I am quilting an old quilt top which a friend found in her great-grandmother’s cedar chest. The fabric has been cut into diamonds & sewn into stars. My friend & I are 65 years old. I guess the fabric is circa- 1930??, but not known.
My friend thinks the fabric is feedsacks/floursacks. I have never seen feedsacks/floursacks stamped with 3/4 inch numbers & some letters such as ACA MD5 & 375513 The diamonds are scraps of fabric sewn with as many as 6 seams in one diamond. The diamond measures 7inch X 4-1/2inch, not one diamond has all the letters/numbers in the cut diamond to read. I was told this could be a shipping lot number to the store to be delivered. I was also told this could be railroad shipping numbers. Can you tell me why the black numbers are stamped on the fabric? If washed, I don’t think the black ink would be washed out.
I was given a quilt by a close friend it was registered in 1976 it is the star of ’76 bicentennial quilt made by Mrs. erle Wilkinson ,president ,ama auxiliary . it was made from the Tennessee medical association auxiliary and recorded by B & B Needlecraft number 100 and officially recognized commemorative of the American revolution bicentennial administration . license no. 76-19-0551 authorized under public law. I have all the original documents and a picture of the person who made it holding the quilt . the quilt is in mint condition and I would like to know more about it and more on care instructions on an old quilt like this that seems to have some importance along with being made in 1976 .
Why was paper used on the back of the cloth when making a quilt?
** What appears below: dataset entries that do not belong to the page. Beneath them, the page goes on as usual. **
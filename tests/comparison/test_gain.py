import numpy as np
import pytest

from wavegen.comparison.curves import ExactCurve
from wavegen.comparison.gain import (
    GainPoints,
    SmallSignal,
    compression,
    fit_rapp,
    gain_points,
    points_at,
    small_signal,
)
from wavegen.meters.power import measure_samples


def rapp_gain_db(input_db, smoothness=2.0):
    return -10 / smoothness * np.log10(1 + 10 ** (smoothness * input_db / 10))


def p1db(smoothness=2.0):
    """Input level over saturation at which a Rapp curve has lost 1 dB (by its formula)."""
    return 10 / smoothness * np.log10(10 ** (smoothness / 10) - 1)


def loop(samples):
    found = measure_samples(samples)
    return ExactCurve(source=found, shift_db=found.mean_db), found.mean_db


@pytest.fixture
def driven(noise):
    def driven(n, back_off_db):
        return (noise(n) * 10 ** (-back_off_db / 20)).astype(np.complex64)

    return driven


def test_a_loop_through_a_device_is_exact(driven, rapp):
    samples = driven(1 << 17, 9.0)
    source, mean_db = loop(samples)
    output, _ = loop(rapp(samples))
    found = gain_points(source, output, mean_db=mean_db)
    # Levels are read between bins 0.0085 dB wide, on both sides.
    assert found.gain_db == pytest.approx(rapp_gain_db(found.input_db), abs=0.01)
    assert not found.error_db.any()
    small = small_signal(found, mean_db=mean_db)
    assert small.gain_db == pytest.approx(0, abs=0.01)
    assert small.error_db == 0
    point = compression(found, small, fall_db=1.0)
    assert point.input_db == pytest.approx(p1db(), abs=0.03)
    assert point.low_db == point.high_db == point.input_db
    assert point.output_db == pytest.approx(point.input_db - 1, abs=0.02)


def test_different_captures_have_intervals_that_hold(driven, on_scale, rapp):
    """Twenty pairs of 2^16 samples: 95 % intervals, so a mean share within 0.90 to 1.

    A P1dB interval that misses in three or more of twenty has a chance of 7.5 %; four, 1.6 %.
    """
    shares, missed = [], 0
    for _ in range(20):
        source = on_scale(driven(1 << 16, 6.0))
        output = on_scale(rapp(driven(1 << 16, 6.0)))
        found = gain_points(source, output, mean_db=source.shift_db)
        true = rapp_gain_db(found.input_db)
        shares.append(np.mean((found.low_db <= true) & (true <= found.high_db)))
        point = compression(found, small_signal(found, mean_db=source.shift_db), fall_db=1.0)
        missed += not point.low_db <= p1db() <= point.high_db
    assert np.mean(shares) > 0.9
    assert missed <= 4


def test_a_linear_device_has_one_gain_and_no_compression(driven, on_scale):
    source = on_scale(driven(1 << 17, 0.0))
    output = on_scale(driven(1 << 17, -20.0))
    found = gain_points(source, output, mean_db=source.shift_db)
    assert (np.abs(found.gain_db - 20) < 2 * found.error_db).all()  # four standard errors
    small = small_signal(found, mean_db=source.shift_db)
    assert small.gain_db == pytest.approx(20, abs=2 * small.error_db)
    assert compression(found, small, fall_db=1.0) is None
    assert fit_rapp(found, small) is None


def test_expansion_is_no_compression(driven):
    samples = driven(1 << 16, 10.0)
    source, mean_db = loop(samples)
    output, _ = loop((samples * (1 + np.abs(samples) ** 2)).astype(np.complex64))
    found = gain_points(source, output, mean_db=mean_db)
    assert found.gain_db[-1] > 2
    assert compression(found, small_signal(found, mean_db=mean_db), fall_db=1.0) is None


def test_a_rapp_curve_is_found_again(driven, rapp):
    samples = driven(1 << 17, 6.0)
    source, mean_db = loop(samples)
    output, _ = loop(3 * rapp(samples, smoothness=3.0))
    found = gain_points(source, output, mean_db=mean_db)
    fit = fit_rapp(found, small_signal(found, mean_db=mean_db))
    assert fit.smoothness == pytest.approx(3.0, rel=0.03)
    assert fit.saturation_db == pytest.approx(20 * np.log10(3), abs=0.03)
    assert fit.gain_db == pytest.approx(20 * np.log10(3), abs=0.02)
    assert fit.largest_db < 0.02
    assert fit.output_db(np.array([200.0])) == pytest.approx(fit.saturation_db, abs=0.01)


def test_walls_and_gates_leave_one_point_a_level(driven):
    samples = driven(1 << 14, 0.0)
    samples[: 1 << 13] = 0
    wall = samples / np.maximum(np.abs(samples), 1)
    source, _ = loop(wall.astype(np.complex64))
    found = points_at(source, source, np.array([0.9, 0.5, 0.3, 0.01, 0.001]))
    assert (np.diff(found.input_db) > 0).all()
    assert np.isfinite(found.input_db).all()
    assert found.gain_db == pytest.approx(np.zeros(found.input_db.size))


def test_a_fall_at_the_last_point_leaves_the_upper_end_open():
    level = np.arange(0.0, 10.0)
    gain = -np.maximum(level - 7.7, 0)
    found = GainPoints(
        probability=np.logspace(-0.5, -4, 10),
        input_db=level,
        output_db=level + gain,
        low_db=gain - 0.5,
        high_db=gain + 0.5,
    )
    small = small_signal(found, mean_db=-5.0)  # nothing so low: the lowest point counts
    assert (small.gain_db, small.error_db) == (0, 0.5)
    point = compression(found, small, fall_db=1.0)
    assert point.input_db == pytest.approx(8.7, abs=0.05)
    assert point.high_db == np.inf
    assert point.low_db < 8.2


def test_a_fall_below_the_first_point_leaves_the_lower_end_open():
    level = np.arange(0.0, 10.0)
    gain = -0.3 * level
    found = GainPoints(
        probability=np.logspace(-0.5, -4, 10),
        input_db=level,
        output_db=level + gain,
        low_db=gain - 0.1,
        high_db=gain + 0.1,
    )
    point = compression(found, SmallSignal(gain_db=2.0, error_db=0.0), fall_db=1.0)
    assert (point.low_db, point.input_db) == (-np.inf, 0)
When I was little in England I used to watch my friend’s grandmother doing amazingly beautiful crazy patchwork, using pieces of velvet, with feather stitch embroidery. That was in the 1940s, so she must have been born around 1880 at a guess. She sewed the pieces to a sheet of newspaper. I think she turned over the edges of the patchwork pieces as she attached them and blind stitched – or maybe did a running stitch as it would have been hidden by the embroidery. I am guessing that she tore the newspaper off when the block was finished? Presumably newspaper was used for economy. They often used old blankets or curtains to back the finished “quilt” – no batting and no actual quilting or tying of the layers.
I have always wondered about the paper on the back of string pieced quilts…. do you take it off…. quilt over it,,,, what about washing a quilt like this?
I saw a most amazing old quilt on Beatrix Potters bed, in her house Hill Top in Cumbria. It had been given to her by an American friend. But there wasnt much more information available about it that i could see on my visit. there is a nice photo of it here https://www.pinterest.co.uk/pin/185703184608294623/
i wished i had asked about it during my visit but there was so much to see!